• **Work item**: Please copy out every line in the records below that includes the word "they".

Collected data:
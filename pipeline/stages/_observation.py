"""Observation metadata of a stretch's image products, from the night's block index.

Shared by the stages that write image products (calibrate, rectify): they
describe the rows they cover, and this module turns that into the FITS
standard keywords of :func:`pipeline.products.observation_header`.
"""

from __future__ import annotations

from dataclasses import dataclass
from typing import TYPE_CHECKING

import numpy as np

from pipeline.products import observation_header
from pipeline.stages.base import StageContext

if TYPE_CHECKING:
    from astropy.io import fits
    from astropy.table import Table
    from astropy.time import Time

__all__ = ["RowTimes", "observation_for_rows", "row_times"]


@dataclass(frozen=True)
class RowTimes:
    """Readout times of night rows ``[lo, hi)`` and the night's time origin.

    Attributes
    ----------
    reference_time : astropy.time.Time
        The block index's ``reference_time`` (night row 0 read out).
    first : float
        Readout time of night row ``lo``, s since ``reference_time``
        (extrapolated along the line time when the row is in a gap).
    line_time : float
        Seconds between row shifts.
    start, stop : float
        First charge collected and last row read out, s since
        ``reference_time``.
    exposure : float or None
        Crossing time ``TDIROWS * LINETIME`` of the rows (None if it varies).
    filter_name : str or None
        FILTER of the blocks (joined with ``+`` if it varies).
    """

    reference_time: Time
    first: float
    line_time: float
    start: float
    stop: float
    exposure: float | None
    filter_name: str | None


def row_times(index: Table, lo: int, hi: int) -> RowTimes:
    """Times of night rows ``[lo, hi)`` from the ingest stage's block index."""
    from astropy.time import Time

    if len(index) == 0 or index.meta.get("reference_time") is None:
        raise ValueError("the block index is empty; ingest found no usable block this night.")
    start = np.asarray(index["row_start"], dtype=np.int64)
    stop = start + np.asarray(index["n_rows"], dtype=np.int64)
    overlap = (start < hi) & (stop > lo)
    if overlap.any():
        blocks = index[overlap]
        row_start = np.asarray(blocks["row_start"], dtype=np.int64)
        # The first and last row of each block's part of [lo, hi).
        first_row = np.maximum(row_start, lo)
        last_row = np.minimum(row_start + np.asarray(blocks["n_rows"]), hi) - 1
    else:  # rows in a gap: the clock of the nearest earlier block (or the first)
        earlier = np.flatnonzero(start <= lo)
        blocks = index[earlier[-1:] if earlier.size else [0]]
        row_start = np.asarray(blocks["row_start"], dtype=np.int64)
        first_row, last_row = np.array([lo]), np.array([hi - 1])
    line_times = np.asarray(blocks["line_time"], dtype=float)
    # Each block's clock: night row r is read out at since + r * line_time.
    since = np.asarray(blocks["t_start"], dtype=float) - row_start * line_times
    read = np.concatenate([since + first_row * line_times, since + last_row * line_times])
    line_time = float(line_times[0])
    first = float(since[0] + lo * line_time)
    crossings = np.unique(np.asarray(blocks["tdi_rows"], dtype=float) * line_times)
    exposure = float(crossings[0]) if np.ptp(crossings) <= 1e-9 * crossings[0] else None
    filters = sorted({str(f) for f in blocks["filter"]})
    return RowTimes(
        reference_time=Time(index.meta["reference_time"], format="isot", scale="utc"),
        first=first,
        line_time=line_time,
        start=float(np.min(read)) - float(np.max(crossings)),
        stop=float(np.max(read)),
        exposure=exposure,
        filter_name="+".join(filters) if filters else None,
    )


def observation_for_rows(
    times: RowTimes,
    context: StageContext,
    *,
    reference_time: Time | None = None,
    reference_comment: str = "night row 0 read out",
) -> fits.Header:
    """:func:`~pipeline.products.observation_header` of rows with ``times``.

    ``reference_time`` (default ``times.reference_time``) becomes the
    product's ``DATEREF``; ``TSTART``/``TSTOP`` count from it.
    """
    shift = 0.0
    if reference_time is not None:
        shift = float((times.reference_time - reference_time).to_value("s"))
    else:
        reference_time = times.reference_time
    return observation_header(
        reference_time=reference_time,
        start=times.start + shift,
        stop=times.stop + shift,
        exposure=times.exposure,
        site=context.site,
        camera=context.camera,
        filter_name=times.filter_name,
        reference_comment=reference_comment,
    )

• **Problem solution**:
Shared by the stages that write image products (calibrate, rectify): they
describe the rows they cover, and this module turns that into the FITS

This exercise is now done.